*Provided records*:
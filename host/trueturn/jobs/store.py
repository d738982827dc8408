"""The workspace: machine profiles, job records and saved influence coefficients as YAML files.

Layout (``root`` is the workspace folder)::

    machines/<machine-slug>.yaml               machine profile
    machines/<machine-slug>.coefficients.yaml  saved influence coefficients, one set per speed
    jobs/<job-id>.yaml                         job record (a copy of the profile inside)
    jobs/<job-id>.run-<n>-<sweep>.sweep.yml    the points of a kept sweep (beside its job)

Every file starts with ``schema_version`` and ``kind``. Files written by an older version are
migrated on load (``MIGRATIONS``); files from a newer version are refused with one line.

Every save is atomic: the text goes to a temporary file in the same folder, is flushed and
fsynced, then ``os.replace``-d over the target and the folder is fsynced, so a crash, a yanked
cable or ``kill -9`` leaves either the old file or the new one, never a mix or an empty file.
"""

from __future__ import annotations

import contextlib
import os
import re
import sys
import time
from dataclasses import dataclass, field, replace
from pathlib import Path
from typing import Any

from trueturn.errors import UserError
from trueturn.files import (  # noqa: F401 - re-exported
    TEMP_PREFIX,
    TEMP_SUFFIX,
    atomic_write_bytes,
    atomic_write_text,
    fsync_directory,
    read_text_file,
)
from trueturn.jobs.profiles import MachineProfile
from trueturn.jobs.records import (
    CoefficientSet,
    JobRecord,
    ModelEntry,
    PendingStep,
    RunEntry,
    SecondStartEntry,
    StopEntry,
    SweepEntry,
    SweepPointsFile,
    UnbalanceEntry,
    VerdictEntry,
    WentOnEntry,
    now_iso,
)
from trueturn.model import RunKind
from trueturn.schema import Migration, SchemaError, from_data, to_data
from trueturn.yamltext import LineDict, dump_yaml_text, load_yaml_text

#: Version of the file format this code writes. Bump it when a stored field changes meaning
#: or name, and add a function to ``MIGRATIONS`` that lifts the previous version by one.
SCHEMA_VERSION = 2


def _renamed(mapping: Any, old: str, new: str) -> None:
    """Rename key ``old`` to ``new`` in a mapping read from a file (its line kept)."""
    if isinstance(mapping, dict) and old in mapping and new not in mapping:
        mapping[new] = mapping.pop(old)
        lines = getattr(mapping, "key_lines", None)
        if lines is not None and old in lines:
            lines[new] = lines.pop(old)


def _machine_1_to_2(data: dict[str, Any]) -> dict[str, Any]:
    """Version 2 names axial positions ``axial_mm`` as readings files and the model do
    (was ``axial_position_mm``; the centre of mass ``cg_axial_mm``) and a plane's removal
    flag ``removal_allowed`` (was ``removal``)."""
    planes, bearings = data.get("planes"), data.get("bearings")
    for plane in planes if isinstance(planes, list) else []:  # else the validator says why
        _renamed(plane, "axial_position_mm", "axial_mm")
        _renamed(plane, "removal", "removal_allowed")
    for bearing in bearings if isinstance(bearings, list) else []:
        _renamed(bearing, "axial_position_mm", "axial_mm")
    _renamed(data, "cg_axial_position_mm", "cg_axial_mm")
    return data


def _job_1_to_2(data: dict[str, Any]) -> dict[str, Any]:
    """A job carries its machine profile: the same renames there."""
    if isinstance(data.get("machine"), dict):
        _machine_1_to_2(data["machine"])
    return data


#: ``MIGRATIONS[kind][n]`` turns the data of a version-``n`` file into version ``n + 1``.
MIGRATIONS: dict[str, dict[int, Migration]] = {
    "machine": {1: _machine_1_to_2}, "job": {1: _job_1_to_2},
    "coefficients": {1: lambda data: data}, "sweep": {1: lambda data: data}}

WORKSPACE_ENV = "TRUETURN_WORKSPACE"


# --------------------------------------------------------------------------------------------
# Atomic files: the one rule for writing a file is in trueturn.files (re-exported here)


def remove_stale_temps(folder: Path, older_than_s: float = 60.0) -> int:
    """Delete temp files left by a save that was killed; return how many went."""
    removed = 0
    now = time.time()
    for temp in folder.glob(f"{TEMP_PREFIX}*{TEMP_SUFFIX}"):
        with contextlib.suppress(OSError):
            if now - temp.stat().st_mtime > older_than_s:
                temp.unlink()
                removed += 1
    return removed


# --------------------------------------------------------------------------------------------
# Documents (schema_version + kind + fields)


@dataclass
class CoefficientFile:
    """All saved coefficient sets of one machine."""

    machine: str = ""
    sets: list[CoefficientSet] = field(default_factory=list)

_KIND_CLASS: dict[str, type] = {
    "machine": MachineProfile,
    "job": JobRecord,
    "coefficients": CoefficientFile,
    "sweep": SweepPointsFile,
}

_HEADERS = {
    "machine": "trueturn machine profile. Angles from the reference mark against rotation.",
    "job": "trueturn job record, saved after every run. Edit with care: the tool checks it.",
    "coefficients": "trueturn saved influence coefficients (amp per gram, phase_deg).",
    "sweep": "trueturn sweep points of one run, kept beside its job file. Keep them together.",
}


def document_text(kind: str, obj: Any) -> str:
    """The YAML text of a document: header comment, ``schema_version``, ``kind``, fields."""
    return _document_text_of_data(kind, to_data(obj))


def _document_text_of_data(kind: str, data: dict[str, Any]) -> str:
    return dump_yaml_text({"schema_version": SCHEMA_VERSION, "kind": kind, **data},
                          header=_HEADERS[kind])


def parse_document(text: str, kind: str, source: str) -> Any:
    """Read document text of ``kind``; migrate older versions; one-line SchemaError on a mistake."""
    data = load_yaml_text(text, source)
    if data is None:
        raise SchemaError(f"{source}:1: the file is empty")
    if not isinstance(data, dict):
        raise SchemaError(f"{source}:1: expected a mapping of fields at the top")
    lines = getattr(data, "key_lines", {})
    version = data.get("schema_version")
    if version is None:
        raise SchemaError(f"{source}:1: schema_version: missing field")
    line = lines.get("schema_version", 1)
    if isinstance(version, bool) or not isinstance(version, int) or version < 1:
        raise SchemaError(f"{source}:{line}: schema_version: must be a whole number from 1")
    if version > SCHEMA_VERSION:
        raise SchemaError(f"{source}:{line}: schema_version: {version} was written by a newer "
                          f"trueturn (this one reads up to {SCHEMA_VERSION}); please upgrade")
    found_kind = data.get("kind")
    if found_kind != kind:
        raise SchemaError(f"{source}:{lines.get('kind', 1)}: kind: expected {kind!r}, "
                          f"got {found_kind!r}")
    body: dict[str, Any] = _keep_lines(data, {k: v for k, v in data.items()
                                              if k not in ("schema_version", "kind")})
    for step in range(version, SCHEMA_VERSION):
        migrate = MIGRATIONS[kind].get(step)
        if migrate is None:
            raise SchemaError(f"{source}:{line}: schema_version: no migration from {step}")
        body = migrate(body)
    return from_data(_KIND_CLASS[kind], body, source)
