class MachinePicker(ModalScreen[MachineProfile | None]):
    """The saved machines with as many pickups as the board streams, and 'new machine'."""

    BINDINGS = [Binding("escape", "cancel", "Cancel"), Binding("n", "new", "New machine"),
                Binding("e", "edit", "Edit machine")]

    def __init__(self, workspace: Workspace, pickups: int, current: MachineProfile) -> None:
        super().__init__(id="machine-picker")
        self.workspace = workspace
        self.pickups = pickups
        self.current = current
        self.note = ""

    def compose(self) -> ComposeResult:
        yield Static("[b]Machine[/b]  (Enter: use it, e: edit it, n: new machine, Escape: "
                     "back)",
                     classes="form-title")
        options = [Option(f"{self.current.name}  (now)", id=f"now:{self.current.name}")]
        try:
            names = self.workspace.machine_names() if self.workspace.machines_dir.is_dir() \
                else []
        except UserError as exc:
            names, self.note = [], str(exc)
        for name in names:
            if name != self.current.name:
                options.append(Option(name, id=f"saved:{name}"))
        options.append(Option("New machine…", id=NEW))
        yield OptionList(*options, id="machine-list")
        yield Static(self.note, id="picker-msg")
        yield Footer()

    def on_option_list_option_selected(self, event: OptionList.OptionSelected) -> None:
        option_id = event.option.id or ""
        if option_id == NEW:
            self.action_new()
            return
        if option_id.startswith("now:"):
            self.dismiss(None)
            return
        try:
            profile = self.workspace.load_machine(option_id.split(":", 1)[1])
        except UserError as exc:
            self.query_one("#picker-msg", Static).update(f"[b red]{exc}[/]")
            return
        if len(profile.pickups) != self.pickups:
            self.query_one("#picker-msg", Static).update(
                f"[b red]{profile.name} has {len(profile.pickups)} pickup(s); the board "
                f"streams {self.pickups}: restart with trueturn ui --machine[/]")
            return
        self.dismiss(profile)

    def action_new(self) -> None:
        done: Callable[[MachineProfile | None], None] = self._created
        self.app.push_screen(MachineForm(self.workspace, self.pickups), done)

    def action_edit(self) -> None:
        """e: edit the machine highlighted (the one in use, or a saved one)."""
        listing = self.query_one("#machine-list", OptionList)
        index = listing.highlighted
        option_id = (listing.get_option_at_index(index).id or "") if index is not None else ""
        note = self.query_one("#picker-msg", Static)
        if option_id.startswith("now:"):
            profile = self.current
        elif option_id.startswith("saved:"):
            try:
                profile = self.workspace.load_machine(option_id.split(":", 1)[1])
            except UserError as exc:
                note.update(Text(str(exc), "bold red"))
                return
        else:
            note.update("Highlight a machine to edit (n: a new one).")
            return
        if len(profile.pickups) != self.pickups:
            note.update(Text(f"{profile.name} has {len(profile.pickups)} pickup(s); the board "
                             f"streams {self.pickups}: edit its file, or restart with trueturn "
                             "ui --machine", "bold red"))
            return
        done: Callable[[MachineProfile | None], None] = self._created
        self.app.push_screen(MachineForm(self.workspace, self.pickups, profile), done)

    def _created(self, profile: MachineProfile | None) -> None:
        if profile is not None:
            self.dismiss(profile)

    def action_cancel(self) -> None:
        self.dismiss(None)
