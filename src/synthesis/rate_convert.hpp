// Band-limited rate conversion for the noise renderer (synthesis/noise_render.hpp draws its noise
// at 48 kHz times a power of two and converts it to the output rate).
//
// Output sample n is the input read at p = n from_rate / to_rate (input samples):
//   y[n] = sum_j x[j] h(p - j),  h(d) = c sinc(c d) w(d),  c = to_rate / from_rate,
// sinc(x) = sin(pi x) / (pi x), so h passes up to the output's Nyquist frequency; w is a Kaiser
// window over |d| <= L/2 (Kaiser 1974; design formulas in Oppenheim and Schafer, Discrete-Time
// Signal Processing, section 7.6: beta = 0.1102 (A - 8.7) for a stopband A > 50 dB, length
// L = (A - 8) / (2.285 dw) + 1 for a transition of dw rad/sample). Transition: 0.9 to 1.1 times
// the output's Nyquist frequency, so whatever aliases lands above 0.9 of it (at 44.1 kHz, above
// 19.8 kHz) and the passband is flat to 19.8 kHz. A = 60 dB. The kernel is tabulated at
// kernel_phases fractional positions (nearest one used: a time error of at most 1/(2 * 1024)
// input samples, -58 dB at 20 kHz from 48 kHz), each phase's taps scaled to sum to 1 (exact DC).
#pragma once

#include <cstddef>
#include <span>

namespace wane {

/// Adds x (sampled at from_rate_hz, x[0] at t = 0) converted to to_rate_hz <= from_rate_hz into
/// out (out[n] at t = n / to_rate_hz); x is zero outside its span.
void add_rate_converted(std::span<const float> x, double from_rate_hz, double to_rate_hz, std::span<float> out);

/// Output samples [out_first, out_first + out.size()) of add_rate_converted(x_whole, ...) with x_whole
/// x_total samples long, added bit for bit as that adds them, given x = x_whole's samples
/// [x_first, x_first + x.size()) covering rate_convert_reads(...) of that stretch.
void add_rate_converted_part(std::span<const float> x, std::size_t x_first, std::size_t x_total, double from_rate_hz,
                             double to_rate_hz, std::size_t out_first, std::span<float> out);

/// The input samples [first, end) (within [0, x_total)) that output samples [out_first,
/// out_first + out_count) read.
struct rate_convert_reach {
    std::size_t first = 0;
    std::size_t end = 0;
};
rate_convert_reach rate_convert_reads(double from_rate_hz, double to_rate_hz, std::size_t out_first, std::size_t out_count,
                                      std::size_t x_total);

/// The kernel's length in input samples at a ratio (the formula above, rounded up to a multiple of 8).
int rate_convert_taps(double from_rate_hz, double to_rate_hz);

/// The most the conversion can scale a signal's largest magnitude: the largest sum of the taps'
/// magnitudes over the kernel's phases (|y[n]| <= this times max |x| over the taps n reads).
double rate_convert_gain(double from_rate_hz, double to_rate_hz);

}  // namespace wane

*Task details*:
Exactly as written, reproduce the lines of the data above from the first line through the line where "in a mapping" appears.

*Solved problem*:
filename host/trueturn/jobs/store.py
repository d738982827dc8408
"""The workspace: machine profiles, job records and saved influence coefficients as YAML files.

Layout (``root`` is the workspace folder)::

    machines/<machine-slug>.yaml               machine profile
    machines/<machine-slug>.coefficients.yaml  saved influence coefficients, one set per speed
    jobs/<job-id>.yaml                         job record (a copy of the profile inside)
    jobs/<job-id>.run-<n>-<sweep>.sweep.yml    the points of a kept sweep (beside its job)

Every file starts with ``schema_version`` and ``kind``. Files written by an older version are
migrated on load (``MIGRATIONS``); files from a newer version are refused with one line.

Every save is atomic: the text goes to a temporary file in the same folder, is flushed and
fsynced, then ``os.replace``-d over the target and the folder is fsynced, so a crash, a yanked
cable or ``kill -9`` leaves either the old file or the new one, never a mix or an empty file.
"""

from __future__ import annotations

import contextlib
import os
import re
import sys
import time
from dataclasses import dataclass, field, replace
from pathlib import Path
from typing import Any

from trueturn.errors import UserError
from trueturn.files import (  # noqa: F401 - re-exported
    TEMP_PREFIX,
    TEMP_SUFFIX,
    atomic_write_bytes,
    atomic_write_text,
    fsync_directory,
    read_text_file,
)
from trueturn.jobs.profiles import MachineProfile
from trueturn.jobs.records import (
    CoefficientSet,
    JobRecord,
    ModelEntry,
    PendingStep,
    RunEntry,
    SecondStartEntry,
    StopEntry,
    SweepEntry,
    SweepPointsFile,
    UnbalanceEntry,
    VerdictEntry,
    WentOnEntry,
    now_iso,
)
from trueturn.model import RunKind
from trueturn.schema import Migration, SchemaError, from_data, to_data
from trueturn.yamltext import LineDict, dump_yaml_text, load_yaml_text

#: Version of the file format this code writes. Bump it when a stored field changes meaning
#: or name, and add a function to ``MIGRATIONS`` that lifts the previous version by one.
SCHEMA_VERSION = 2


def _renamed(mapping: Any, old: str, new: str) -> None:
    """Rename key ``old`` to ``new`` in a mapping read from a file (its line kept)."""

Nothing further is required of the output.